The Night the World Changed.

 

At 2 am on October 12, 1492 Christopher Columbus and his small fleet of ships, found land after 35 days at sea and having traveled 4,500 miles.  The next morning Columbus took possession of this New World, by claiming the land in the name of his God and the Spanish monarchs who had sent him.  The fact that there were indigenous people already occupying the land did not matter as they were neither Christian nor civilized by European standards.

 

On the land masses that would become known as the Americas on that night in October 1492, life for the indigenous people that lived on those lands was the same as it had been when night fell.  They were in possession of the property that they and their ancestors had lived on for hundreds of years.  They possessed their own religious beliefs, cultures and customs, that had been practiced and passed from generation to generation for hundreds of years.  What the indigenous people did not know was that invaders from a foreign land had “discovered” an island offshore from their continents. Within 300 years of that night in October 1492, all of their societies, cultures, religious beliefs and their very existence as races of people would be changed forever or completely eliminated.

 

 

 

 

 

  

          

Little did the indigenous people of the Americas know when they watched the first European explorers arrive on their lands, that these guests were not just visiting, not here to share; but here to replace them. The European countries came to the New World with economic, political and religious reasons and were motivated to acquire property in the form of land and resources. Those countries that were exploring and making discovers of the Americas had an understanding, that whichever country first claimed new land could determine how that country acquired the land from the indigenous people, The Doctrine of Discovery.

 

 

  

Those first contacts began the destruction of all of the Native Americans cultures and result in the loss of the lands they lived on and claimed. Europeans arriving in the new world brought with them diseases, unknown in the New World that would decimate the indigenous populations. There are no written records confirming the population of the Native Americans living in America before the arrival of the Europeans, but we do know that the epidemics that followed first contact killed extremely large numbers of Native Americans.  Waves of a different disease would follow each new contact and soon those indigenous people that survived the first disease would perish after contracting the next disease.
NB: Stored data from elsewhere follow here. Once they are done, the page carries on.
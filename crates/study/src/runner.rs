//! The parallel runner: every variant of a plan (or of one shard of it)
//! through a caller-supplied work function, records streamed to a sink.
//!
//! The runner knows nothing about circuits: the caller's `work` closure turns
//! a [`Variant`] into an [`Outcome`] (the CLI elaborates, solves and measures).
//! Work is scheduled by segment (see [`crate::plan`]): a rayon pool of the
//! requested size takes segments; inside a segment variants run in order,
//! each given the warm-start payload the previous successful variant of the
//! segment returned. As soon as a variant finishes, its record is written
//! to the sink (which flushes) under a lock, so the runner holds at most one
//! record per worker thread: memory is flat in the number of variants (the
//! resume set is one bit per variant).
//!
//! Determinism: a variant's warm start depends only on the plan and the
//! chain length, never on the thread count or on which shard or resume ran
//! it (after a resume, the already-recorded members of a cut segment are
//! run again, without being recorded, to rebuild the same warm starts). So a
//! deterministic work function gives the same records for any thread count,
//! sharding or resume; only their order in the file changes.
//!
//! A failing variant (an `Err` from the work, a panic in it, or a non-finite
//! figure) is recorded with its error and the study goes on. Only a sink
//! failure (e.g. a full disk) stops the study.

use std::collections::BTreeMap;
use std::panic::{catch_unwind, AssertUnwindSafe};
use std::sync::atomic::{AtomicU64, Ordering};
use std::sync::Mutex;

use rayon::prelude::*;

use crate::record::{DoneSet, Record, RecordSink, Shard, Verdict};
use crate::{Plan, StudyError, Variant};

/// An opaque warm-start payload (e.g. a solution vector) handed from one
/// variant to the next in its segment.
pub type WarmStart = Vec<f64>;

/// What the work function returns for a variant that ran.
#[derive(Debug, Clone, Default, PartialEq)]
pub struct Outcome {
    /// Measured figures, name → value. Every value must be finite.
    pub metrics: BTreeMap<String, f64>,
    /// Requirement verdicts, requirement text → verdict (finite margins).
    pub verdicts: BTreeMap<String, Verdict>,
    /// Payload for the next variant of the segment, if any.
    pub warm: Option<WarmStart>,
}

/// Options of [`run_study`].
#[derive(Debug, Clone, PartialEq)]
pub struct StudyParams {
    /// Worker threads (`None` = one per core).
    pub threads: Option<usize>,
    /// Run only this share of the segments (segment s belongs to shard s mod n).
    pub shard: Option<Shard>,
    /// Warm-start chain length: at most this many neighbouring variants of a
    /// grid line run in order, each warm-started from the one before
    /// (1 = every variant starts cold). Default 4.
    pub chain: u64,
    /// Variants already recorded (from [`crate::resume`]); they are not recorded again.
    pub done: Option<DoneSet>,
}

impl Default for StudyParams {
    fn default() -> Self {
        StudyParams {
            threads: None,
            shard: None,
            chain: 4,
            done: None,
        }
    }
}

/// One step of progress, given to the progress callback after each record.
#[derive(Debug, Clone, Copy, PartialEq, Eq)]
pub struct Progress {
    /// Records written so far in this run.
    pub done: u64,
    /// Records this run will write in all.
    pub total: u64,
    /// The variant just recorded.
    pub index: u64,
    /// It failed.
    pub failed: bool,
}

/// What a run did.
#[derive(Debug, Clone, Copy, PartialEq, Eq, Default)]
pub struct RunInfo {
    /// Variants recorded in this run.
    pub recorded: u64,
    /// Of those, failed ones.
    pub failed: u64,
    /// Variants of this shard skipped because already recorded.
    pub skipped: u64,
    /// Variants run again only to rebuild warm starts after a resume.
    pub rerun_for_warm_start: u64,
    /// Segments in this shard.
    pub segments: u64,
    /// Worker threads used.
    pub threads: usize,
}

/// The variants of `plan` that `shard` runs, in index order (for tests and
/// for reporting a shard's size).
pub fn shard_indices(
    plan: &Plan,
    chain: u64,
    shard: Option<Shard>,
) -> Result<Vec<u64>, StudyError> {
    let mut v = Vec::new();
    for s in 0..plan.segment_count(chain)? {
        if shard.is_none_or(|sh| s % sh.count == sh.index) {
            v.extend(plan.segment(s, chain)?);
        }
    }
    v.sort_unstable();
    Ok(v)
}

fn panic_message(p: &(dyn std::any::Any + Send)) -> String {
    if let Some(s) = p.downcast_ref::<&str>() {
        s.to_string()
    } else if let Some(s) = p.downcast_ref::<String>() {
        s.clone()
    } else {
        "unknown panic".to_string()
    }
}

/// Run `work` on one variant and turn the outcome into a record (errors,
/// panics and non-finite figures become error records).
fn evaluate<W>(variant: &Variant, warm: Option<&WarmStart>, work: &W) -> (Record, Option<WarmStart>)
where
    W: Fn(&Variant, Option<&WarmStart>) -> Result<Outcome, String> + Sync,
{
    let result = catch_unwind(AssertUnwindSafe(|| work(variant, warm)))
        .unwrap_or_else(|p| Err(format!("the work panicked: {}", panic_message(&*p))));
    let mut rec = Record {
        index: variant.index,
        values: variant.values.clone(),
        metrics: BTreeMap::new(),
        verdicts: BTreeMap::new(),
        error: None,
    };
    match result {
        Err(e) => {
            rec.error = Some(e);
            (rec, None)
        }
        Ok(o) => {
            let bad_metric = o.metrics.iter().find(|(_, v)| !v.is_finite());
            let bad_margin = o.verdicts.iter().find(|(_, v)| !v.margin.is_finite());
            if let Some((k, v)) = bad_metric {
                rec.error = Some(format!("figure {k} is {v}, not a finite number"));
                (rec, None)
            } else if let Some((k, v)) = bad_margin {
                rec.error = Some(format!(
                    "requirement {k} has margin {}, not a finite number",
                    v.margin
                ));
                (rec, None)
            } else {
                rec.metrics = o.metrics;
                rec.verdicts = o.verdicts;
                (rec, o.warm)
            }
        }
    }
}

/// Run the variants of `plan` selected by `params` through `work`, writing
/// one record per variant to `sink` as each completes, and calling
/// `progress` after each record (from worker threads; keep it cheap).
pub fn run_study<W, S>(
    plan: &Plan,
    params: &StudyParams,
    work: W,
    sink: &mut S,
    progress: &(dyn Fn(Progress) + Sync),
) -> Result<RunInfo, StudyError>
where
    W: Fn(&Variant, Option<&WarmStart>) -> Result<Outcome, String> + Sync,
    S: RecordSink,
{
    let chain = params.chain;
    let segments = plan.segment_count(chain)?;
    if let Some(sh) = params.shard {
        Shard::new(sh.index, sh.count)?;
    }
    let in_shard = |s: u64| params.shard.is_none_or(|sh| s % sh.count == sh.index);
    let done = params.done.as_ref();
    let is_done = |i: u64| done.is_some_and(|d| d.contains(i));

    // Count what this run records (one pass over the indices, no storage).
    let mut total = 0u64;
    let mut skipped = 0u64;
    let mut own_segments = 0u64;
    for s in (0..segments).filter(|&s| in_shard(s)) {
        own_segments += 1;
        for i in plan.segment(s, chain)? {
            if is_done(i) {
                skipped += 1;
            } else {
                total += 1;
            }
        }
    }

    let threads = params.threads.unwrap_or(0);
    let pool = rayon::ThreadPoolBuilder::new()
        .num_threads(threads)
        .build()
        .map_err(|e| StudyError::Pool {
            threads,
            message: e.to_string(),
        })?;
    let used_threads = pool.current_num_threads();
    let sink = Mutex::new(sink);
    let written = AtomicU64::new(0);
    let failed = AtomicU64::new(0);
    let rerun = AtomicU64::new(0);

    let run_segment = |s: u64| -> Result<(), StudyError> {
        let members: Vec<u64> = plan.segment(s, chain)?.collect();
        // Run up to the last member that still needs a record; earlier recorded
        // members run only if a later one needs their warm start.
        let Some(last) = members.iter().rposition(|&i| !is_done(i)) else {
            return Ok(());
        };
        let mut warm: Option<WarmStart> = None;
        for &i in members.iter().take(last + 1) {
            let record_it = !is_done(i);
            if !record_it && chain == 1 {
                continue;
            }
            let variant = plan.variant(i)?;
            let (rec, next) = evaluate(&variant, warm.as_ref(), &work);
            if next.is_some() {
                warm = next;
            }
            if !record_it {
                rerun.fetch_add(1, Ordering::Relaxed);
                continue;
            }
            let is_failed = rec.error.is_some();
            {
                let mut guard = sink.lock().map_err(|_| StudyError::Io {
                    what: "writing a record".to_string(),
                    source: std::io::Error::other("the record sink was poisoned by a panic"),
                })?;
                guard.record(&rec)?;
            }
            if is_failed {
                failed.fetch_add(1, Ordering::Relaxed);
            }
            let n = written.fetch_add(1, Ordering::Relaxed) + 1;
            progress(Progress {
                done: n,
                total,
                index: i,
                failed: is_failed,
            });
        }
        Ok(())
    };

    pool.install(|| {
        // Segments are handed out in index order (par_bridge pulls them one at a
        // time), so an interrupted run leaves mostly a prefix of the study done.
        (0..segments)
            .filter(|&s| in_shard(s))
            .par_bridge()
            .try_for_each(run_segment)
    })?;

    Ok(RunInfo {
        recorded: written.load(Ordering::Relaxed),
        failed: failed.load(Ordering::Relaxed),
        skipped,
        rerun_for_warm_start: rerun.load(Ordering::Relaxed),
        segments: own_segments,
        threads: used_threads,
    })
}
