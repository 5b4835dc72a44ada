//! `tankwave design ...`: closed-form design helpers on the command line.
//!
//! Four subcommands over the tankwave-design crate: `loadline`, `match`,
//! `lowpass` and `choke`. Values take SI prefixes and units as in stage files
//! (`12.5V`, `7.1MHz`, `200pF`, `0.1dB`); a unit that does not fit the option
//! is refused. Output is a readable table on stdout, or JSON with
//! `--format json`. Networks are checked by tankwave's own AC analysis
//! unless `--no-verify` is given.
//!
//! Exit codes: 0 done; 2 bad input (message on stderr); 3 the verification by
//! AC analysis failed to run or disagreed with the design.

use clap::{Args, Subcommand, ValueEnum};
use tankwave_design as design;
use tankwave_netlist::units::{split_suffix, to_si, Slot};

use super::common::{BAD_INPUT, OK, SOLVER};

/// Any serialisable result as a JSON value (a macro, so the root crate needs
/// no direct serde dependency).
macro_rules! to_json {
    ($v:expr) => {
        serde_json::to_value($v).map_err(|e| Fail::Input(format!("cannot write JSON: {e}")))
    };
}

/// Arguments of `tankwave design`.
#[derive(Args, Debug)]
pub struct DesignArgs {
    /// What to design.
    #[command(subcommand)]
    pub what: DesignCommand,
    /// Output format.
    #[arg(long, value_enum, default_value_t = Format::Table, global = true)]
    pub format: Format,
}

/// Output formats.
#[derive(ValueEnum, Debug, Clone, Copy, PartialEq, Eq)]
pub enum Format {
    /// Aligned text for people.
    Table,
    /// One JSON document.
    Json,
}

/// The design helpers.
#[derive(Subcommand, Debug)]
pub enum DesignCommand {
    /// Collector load line: R = (Vcc - Vsat)^2 / (2 Po), peak voltage and current.
    Loadline(LoadlineArgs),
    /// Lossless low-pass matching network (L, pi or T) from one resistance to another.
    Match(MatchArgs),
    /// Butterworth or Chebyshev low-pass LC ladder.
    Lowpass(LowpassArgs),
    /// Feed choke and DC blocking capacitor sizing.
    Choke(ChokeArgs),
}

/// `design loadline`.
#[derive(Args, Debug)]
pub struct LoadlineArgs {
    /// Supply voltage Vcc (e.g. 12.5V).
    #[arg(long)]
    pub supply: String,
    /// Output power at the fundamental (e.g. 25W or 44dBm).
    #[arg(long)]
    pub power: String,
    /// Collector saturation voltage (e.g. 1V).
    #[arg(long)]
    pub vsat: String,
    /// Full conduction angle of the collector current pulses (180deg = class B).
    #[arg(long, default_value = "180deg")]
    pub conduction: String,
}

/// Matching network shapes.
#[derive(ValueEnum, Debug, Clone, Copy, PartialEq, Eq)]
pub enum ShapeArg {
    /// Shunt C, series L, shunt C.
    Pi,
    /// One L-section (Q set by the ratio).
    L,
    /// Series L, shunt C, series L.
    T,
}

/// Names of the nodes and elements in the fragment.
#[derive(Args, Debug)]
pub struct NamingArgs {
    /// Input (source-side) node name.
    #[arg(long = "input-node", default_value = "in")]
    pub input: String,
    /// Output (load-side) node name.
    #[arg(long = "output-node", default_value = "out")]
    pub output: String,
    /// Prefix of element and internal node names (elements lPREFIX1, cPREFIX1, ...).
    #[arg(long)]
    pub prefix: Option<String>,
}

/// `design match`.
#[derive(Args, Debug)]
pub struct MatchArgs {
    /// Source-side resistance R1, e.g. the collector load line (2.9 or 2.9Ohm).
    #[arg(long)]
    pub from: String,
    /// Load-side resistance R2 (e.g. 50).
    #[arg(long)]
    pub to: String,
    /// Design frequency f0 (e.g. 7.1MHz).
    #[arg(long)]
    pub freq: String,
    /// Network shape.
    #[arg(long, value_enum, default_value_t = ShapeArg::Pi)]
    pub shape: ShapeArg,
    /// Loaded Q (pi: of the section at the larger resistance; T: at the smaller). Needed for pi and t.
    #[arg(long)]
    pub q: Option<String>,
    /// Transistor output capacitance to absorb into the first shunt capacitor (e.g. 200pF).
    #[arg(long = "absorb-cout")]
    pub absorb_cout: Option<String>,
    /// Power into the load at f0 (e.g. 25W): adds element voltages and currents.
    #[arg(long)]
    pub power: Option<String>,
    /// Number of harmonics to report (1 = fundamental only).
    #[arg(long, default_value_t = 5)]
    pub harmonics: u32,
    /// Skip the check by AC analysis.
    #[arg(long)]
    pub no_verify: bool,
    /// Fragment names.
    #[command(flatten)]
    pub naming: NamingArgs,
}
This drastic decline in Native American population, that in some area killed entire villages, helped to create the myth that Henry Nash Smith mentions in his book Virgin Land, when he refers to new world being “free land and vacant". (Smith 128)  With the Native Americans numbers diminishing by up to 90% in some areas, David Beck in his essay The Myth of the Vanishing Race states that “American Indiannations and people were largely viewed by scholars, government officials and the public at large as a vanishing race.” (Beck) 

 

 

 

 

What is Property?

“Property is any physical or intangible entity that is owned by a person or jointly by a group of persons.”(Wikipedia)  Property is someplace to be, something to have, something to share, something to protect, property is something to desire, to believe in and in some way is part of everything humans are and do.  In 1492 the beginning of the loss of most "Property" that the indigenous people of America possessed, started with America being "discovered".  Europeans and later the "New Americans", would use their Religions as the reason to justify the discovery, exploration and finally exploitation of the New World.The creation of what would become America is clouded by myths and misconceptions that have left most people unaware how disease, religion, decrees by European monarchs and the European invader's biases and beliefs, were used in the occupation of the New World. The study of how a previously unknown part of the world and its resources were taken from the indigenous people who lived there, is the foundation to understanding how the United States of America was created. 

 

 

 

 

 

 

 

 

 

 

  

 

 

 

                                                Dr. Stacy Takacs in her introduction to American Studies lecture, states that the term “America” has (at least) 3 senses:

 

  3 of the senses of America are:

  

 Geographic          (place, setting, land)

 

 Politica     Political                 (institutions, laws, policies)

 

 Symbolic   (culture, symbols, rituals,  behaviors, attitudes)  

          

The 3 senses of America in terms of Pre-American Property 

 

Property is the "Empty Virgin Lands" of Ameria that were "Discovered" and taken from the indigenous people that possessed it.

Doctrine of Discovery was the Authority to claim the land and property  from the people that possessed it.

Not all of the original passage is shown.